==== INPUT DATA ====

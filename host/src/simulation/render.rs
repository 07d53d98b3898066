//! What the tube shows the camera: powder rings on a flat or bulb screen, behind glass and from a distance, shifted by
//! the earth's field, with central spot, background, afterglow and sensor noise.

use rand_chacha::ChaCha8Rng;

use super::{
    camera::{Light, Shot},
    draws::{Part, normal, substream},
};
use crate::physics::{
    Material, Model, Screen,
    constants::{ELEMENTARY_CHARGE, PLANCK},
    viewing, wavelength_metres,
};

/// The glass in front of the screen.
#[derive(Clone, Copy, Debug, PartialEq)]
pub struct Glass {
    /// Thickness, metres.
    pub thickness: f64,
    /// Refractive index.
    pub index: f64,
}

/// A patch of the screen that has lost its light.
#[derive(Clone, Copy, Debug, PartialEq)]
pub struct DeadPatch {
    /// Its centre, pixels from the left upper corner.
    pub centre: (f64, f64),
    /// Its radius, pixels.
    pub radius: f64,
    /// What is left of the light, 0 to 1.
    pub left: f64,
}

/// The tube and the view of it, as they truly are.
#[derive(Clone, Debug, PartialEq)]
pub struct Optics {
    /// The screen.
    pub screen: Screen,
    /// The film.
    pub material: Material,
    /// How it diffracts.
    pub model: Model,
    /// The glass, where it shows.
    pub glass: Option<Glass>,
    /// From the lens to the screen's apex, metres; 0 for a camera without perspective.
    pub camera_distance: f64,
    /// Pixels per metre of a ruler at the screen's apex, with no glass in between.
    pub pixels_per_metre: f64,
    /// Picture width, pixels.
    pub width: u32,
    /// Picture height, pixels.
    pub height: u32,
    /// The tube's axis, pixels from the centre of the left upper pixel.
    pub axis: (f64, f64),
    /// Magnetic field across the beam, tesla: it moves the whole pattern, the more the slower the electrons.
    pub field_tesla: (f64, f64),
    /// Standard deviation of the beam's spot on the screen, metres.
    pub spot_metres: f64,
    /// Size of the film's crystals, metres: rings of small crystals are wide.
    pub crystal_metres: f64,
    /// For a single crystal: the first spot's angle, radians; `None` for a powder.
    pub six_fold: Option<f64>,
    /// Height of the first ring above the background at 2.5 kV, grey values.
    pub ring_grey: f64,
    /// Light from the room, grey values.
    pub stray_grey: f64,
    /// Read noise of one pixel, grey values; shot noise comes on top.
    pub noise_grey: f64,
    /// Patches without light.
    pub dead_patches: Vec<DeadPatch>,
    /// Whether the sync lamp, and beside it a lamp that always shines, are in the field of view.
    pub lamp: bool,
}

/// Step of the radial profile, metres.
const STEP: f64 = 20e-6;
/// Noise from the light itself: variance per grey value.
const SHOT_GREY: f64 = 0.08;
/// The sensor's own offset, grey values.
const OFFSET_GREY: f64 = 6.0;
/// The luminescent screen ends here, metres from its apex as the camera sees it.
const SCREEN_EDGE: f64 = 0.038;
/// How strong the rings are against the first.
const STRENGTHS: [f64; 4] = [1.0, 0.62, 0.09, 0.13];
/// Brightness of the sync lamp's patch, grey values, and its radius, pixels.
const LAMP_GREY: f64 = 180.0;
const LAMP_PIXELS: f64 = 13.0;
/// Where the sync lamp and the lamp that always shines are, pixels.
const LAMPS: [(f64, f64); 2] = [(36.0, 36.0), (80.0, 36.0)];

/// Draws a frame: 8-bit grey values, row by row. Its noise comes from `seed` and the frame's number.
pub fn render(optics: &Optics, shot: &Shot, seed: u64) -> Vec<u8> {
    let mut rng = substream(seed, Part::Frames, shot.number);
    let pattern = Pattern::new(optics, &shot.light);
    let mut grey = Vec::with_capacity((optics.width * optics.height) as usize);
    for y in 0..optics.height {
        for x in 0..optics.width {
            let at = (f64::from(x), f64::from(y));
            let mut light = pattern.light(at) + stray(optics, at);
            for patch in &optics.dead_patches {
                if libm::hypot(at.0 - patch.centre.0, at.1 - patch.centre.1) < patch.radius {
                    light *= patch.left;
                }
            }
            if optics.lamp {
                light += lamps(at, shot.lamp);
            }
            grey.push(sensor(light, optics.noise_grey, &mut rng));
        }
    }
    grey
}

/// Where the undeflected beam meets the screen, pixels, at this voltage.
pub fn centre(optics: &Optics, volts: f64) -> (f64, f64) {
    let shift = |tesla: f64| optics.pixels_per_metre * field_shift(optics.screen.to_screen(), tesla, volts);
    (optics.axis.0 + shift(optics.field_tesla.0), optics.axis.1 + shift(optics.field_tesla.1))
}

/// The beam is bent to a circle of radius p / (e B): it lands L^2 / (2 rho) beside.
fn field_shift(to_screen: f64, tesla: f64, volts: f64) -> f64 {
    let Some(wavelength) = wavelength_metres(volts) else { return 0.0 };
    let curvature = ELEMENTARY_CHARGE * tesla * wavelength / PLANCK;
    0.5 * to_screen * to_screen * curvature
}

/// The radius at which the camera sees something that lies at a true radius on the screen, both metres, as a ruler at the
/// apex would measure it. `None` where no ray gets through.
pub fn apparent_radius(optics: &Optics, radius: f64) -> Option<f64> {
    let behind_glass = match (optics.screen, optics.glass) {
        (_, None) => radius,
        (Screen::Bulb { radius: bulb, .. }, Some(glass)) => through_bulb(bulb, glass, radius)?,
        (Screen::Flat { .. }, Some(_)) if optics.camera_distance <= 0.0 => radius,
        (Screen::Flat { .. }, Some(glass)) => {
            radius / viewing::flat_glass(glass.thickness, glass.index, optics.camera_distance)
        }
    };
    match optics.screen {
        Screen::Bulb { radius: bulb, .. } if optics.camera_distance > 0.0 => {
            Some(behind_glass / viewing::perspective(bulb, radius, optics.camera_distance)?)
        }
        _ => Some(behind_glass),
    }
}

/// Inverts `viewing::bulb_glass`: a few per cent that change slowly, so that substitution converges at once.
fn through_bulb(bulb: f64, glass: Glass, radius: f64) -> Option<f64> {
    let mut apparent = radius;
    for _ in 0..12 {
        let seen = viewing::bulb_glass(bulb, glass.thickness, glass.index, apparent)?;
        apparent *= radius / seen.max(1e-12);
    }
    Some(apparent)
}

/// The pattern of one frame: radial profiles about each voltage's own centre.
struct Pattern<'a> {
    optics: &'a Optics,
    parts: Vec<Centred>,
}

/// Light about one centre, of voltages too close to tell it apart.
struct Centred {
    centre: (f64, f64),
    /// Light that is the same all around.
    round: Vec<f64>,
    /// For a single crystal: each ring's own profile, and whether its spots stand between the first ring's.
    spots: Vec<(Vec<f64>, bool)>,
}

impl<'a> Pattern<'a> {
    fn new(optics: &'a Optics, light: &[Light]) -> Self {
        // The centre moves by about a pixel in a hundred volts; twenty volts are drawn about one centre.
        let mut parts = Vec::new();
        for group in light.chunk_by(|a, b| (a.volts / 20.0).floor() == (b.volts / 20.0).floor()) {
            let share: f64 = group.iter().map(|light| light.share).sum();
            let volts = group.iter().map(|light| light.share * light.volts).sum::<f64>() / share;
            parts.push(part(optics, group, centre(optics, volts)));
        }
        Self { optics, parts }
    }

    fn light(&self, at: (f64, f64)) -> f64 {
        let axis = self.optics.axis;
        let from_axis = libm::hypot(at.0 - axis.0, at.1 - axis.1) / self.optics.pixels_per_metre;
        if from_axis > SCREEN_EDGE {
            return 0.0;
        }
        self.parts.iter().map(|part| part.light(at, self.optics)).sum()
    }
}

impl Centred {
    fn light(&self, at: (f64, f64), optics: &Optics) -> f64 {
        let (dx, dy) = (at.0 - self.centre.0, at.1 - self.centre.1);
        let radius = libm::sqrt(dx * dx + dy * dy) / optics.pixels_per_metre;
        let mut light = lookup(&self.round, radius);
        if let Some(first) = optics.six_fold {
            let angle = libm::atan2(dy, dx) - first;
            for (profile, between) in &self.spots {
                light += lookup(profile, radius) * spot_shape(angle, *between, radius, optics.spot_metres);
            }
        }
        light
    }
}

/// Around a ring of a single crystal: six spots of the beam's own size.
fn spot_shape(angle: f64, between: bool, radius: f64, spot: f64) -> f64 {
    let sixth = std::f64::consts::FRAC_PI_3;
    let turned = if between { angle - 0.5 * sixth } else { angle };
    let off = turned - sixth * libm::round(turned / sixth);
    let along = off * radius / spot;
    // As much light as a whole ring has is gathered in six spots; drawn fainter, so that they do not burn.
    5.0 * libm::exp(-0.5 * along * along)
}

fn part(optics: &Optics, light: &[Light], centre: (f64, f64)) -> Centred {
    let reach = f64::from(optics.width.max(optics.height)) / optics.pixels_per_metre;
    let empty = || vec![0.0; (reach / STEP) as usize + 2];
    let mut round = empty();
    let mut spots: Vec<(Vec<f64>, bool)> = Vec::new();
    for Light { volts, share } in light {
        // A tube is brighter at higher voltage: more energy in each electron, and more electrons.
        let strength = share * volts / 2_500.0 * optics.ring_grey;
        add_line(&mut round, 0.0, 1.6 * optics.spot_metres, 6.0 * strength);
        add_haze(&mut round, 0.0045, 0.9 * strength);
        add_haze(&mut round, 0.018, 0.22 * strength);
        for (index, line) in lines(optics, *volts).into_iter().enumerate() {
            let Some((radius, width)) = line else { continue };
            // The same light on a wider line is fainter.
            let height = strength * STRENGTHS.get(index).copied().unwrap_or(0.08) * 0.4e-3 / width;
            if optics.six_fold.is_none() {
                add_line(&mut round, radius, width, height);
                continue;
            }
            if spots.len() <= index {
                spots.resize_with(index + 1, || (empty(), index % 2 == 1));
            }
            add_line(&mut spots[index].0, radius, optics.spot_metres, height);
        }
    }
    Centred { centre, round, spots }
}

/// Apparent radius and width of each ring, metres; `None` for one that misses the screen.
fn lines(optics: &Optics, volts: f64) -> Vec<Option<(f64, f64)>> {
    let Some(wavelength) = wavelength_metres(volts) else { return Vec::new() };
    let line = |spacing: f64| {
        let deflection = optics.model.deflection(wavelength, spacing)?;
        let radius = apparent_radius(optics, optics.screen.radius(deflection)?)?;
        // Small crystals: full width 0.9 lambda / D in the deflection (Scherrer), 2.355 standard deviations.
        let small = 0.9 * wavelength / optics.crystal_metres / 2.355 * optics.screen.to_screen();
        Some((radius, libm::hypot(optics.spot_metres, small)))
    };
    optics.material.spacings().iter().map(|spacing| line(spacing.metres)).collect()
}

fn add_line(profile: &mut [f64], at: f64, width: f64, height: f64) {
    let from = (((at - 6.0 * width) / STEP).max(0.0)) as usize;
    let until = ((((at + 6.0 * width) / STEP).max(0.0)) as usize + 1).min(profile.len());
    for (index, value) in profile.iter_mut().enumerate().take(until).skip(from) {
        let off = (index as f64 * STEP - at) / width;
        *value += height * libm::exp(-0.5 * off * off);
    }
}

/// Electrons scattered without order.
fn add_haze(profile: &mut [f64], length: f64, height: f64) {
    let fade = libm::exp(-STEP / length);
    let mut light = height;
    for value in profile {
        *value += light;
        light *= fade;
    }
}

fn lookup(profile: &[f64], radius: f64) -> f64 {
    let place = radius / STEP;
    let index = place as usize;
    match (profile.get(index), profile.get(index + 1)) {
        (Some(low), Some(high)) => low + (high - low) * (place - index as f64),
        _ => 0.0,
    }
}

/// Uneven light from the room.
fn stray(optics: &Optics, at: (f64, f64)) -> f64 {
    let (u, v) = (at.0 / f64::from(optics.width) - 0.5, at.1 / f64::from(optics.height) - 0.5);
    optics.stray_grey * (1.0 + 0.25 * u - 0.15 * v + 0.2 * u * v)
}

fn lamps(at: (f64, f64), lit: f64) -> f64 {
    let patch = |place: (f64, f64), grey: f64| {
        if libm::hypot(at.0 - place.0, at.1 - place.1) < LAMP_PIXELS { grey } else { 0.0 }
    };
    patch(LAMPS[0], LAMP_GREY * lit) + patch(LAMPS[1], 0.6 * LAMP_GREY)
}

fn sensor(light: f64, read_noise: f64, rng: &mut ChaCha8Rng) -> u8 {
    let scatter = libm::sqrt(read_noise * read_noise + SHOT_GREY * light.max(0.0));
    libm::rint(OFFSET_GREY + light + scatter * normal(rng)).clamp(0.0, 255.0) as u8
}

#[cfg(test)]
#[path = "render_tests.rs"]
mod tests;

====

- TASK TO CARRY OUT: The lines to copy run from the one containing "for value in" through the last line above. Copy them exactly and include nothing else.

- RESPONSE TO THE EXERCISE:
    for value in profile {
        *value += light;
        light *= fade;
    }
}

fn lookup(profile: &[f64], radius: f64) -> f64 {
    let place = radius / STEP;
    let index = place as usize;
    match (profile.get(index), profile.get(index + 1)) {
        (Some(low), Some(high)) => low + (high - low) * (place - index as f64),
        _ => 0.0,
    }
}

/// Uneven light from the room.
fn stray(optics: &Optics, at: (f64, f64)) -> f64 {
    let (u, v) = (at.0 / f64::from(optics.width) - 0.5, at.1 / f64::from(optics.height) - 0.5);
    optics.stray_grey * (1.0 + 0.25 * u - 0.15 * v + 0.2 * u * v)
}

fn lamps(at: (f64, f64), lit: f64) -> f64 {
    let patch = |place: (f64, f64), grey: f64| {
        if libm::hypot(at.0 - place.0, at.1 - place.1) < LAMP_PIXELS { grey } else { 0.0 }
    };
    patch(LAMPS[0], LAMP_GREY * lit) + patch(LAMPS[1], 0.6 * LAMP_GREY)
}

fn sensor(light: f64, read_noise: f64, rng: &mut ChaCha8Rng) -> u8 {
    let scatter = libm::sqrt(read_noise * read_noise + SHOT_GREY * light.max(0.0));
    libm::rint(OFFSET_GREY + light + scatter * normal(rng)).clamp(0.0, 255.0) as u8
}

#[cfg(test)]
#[path = "render_tests.rs"]
mod tests;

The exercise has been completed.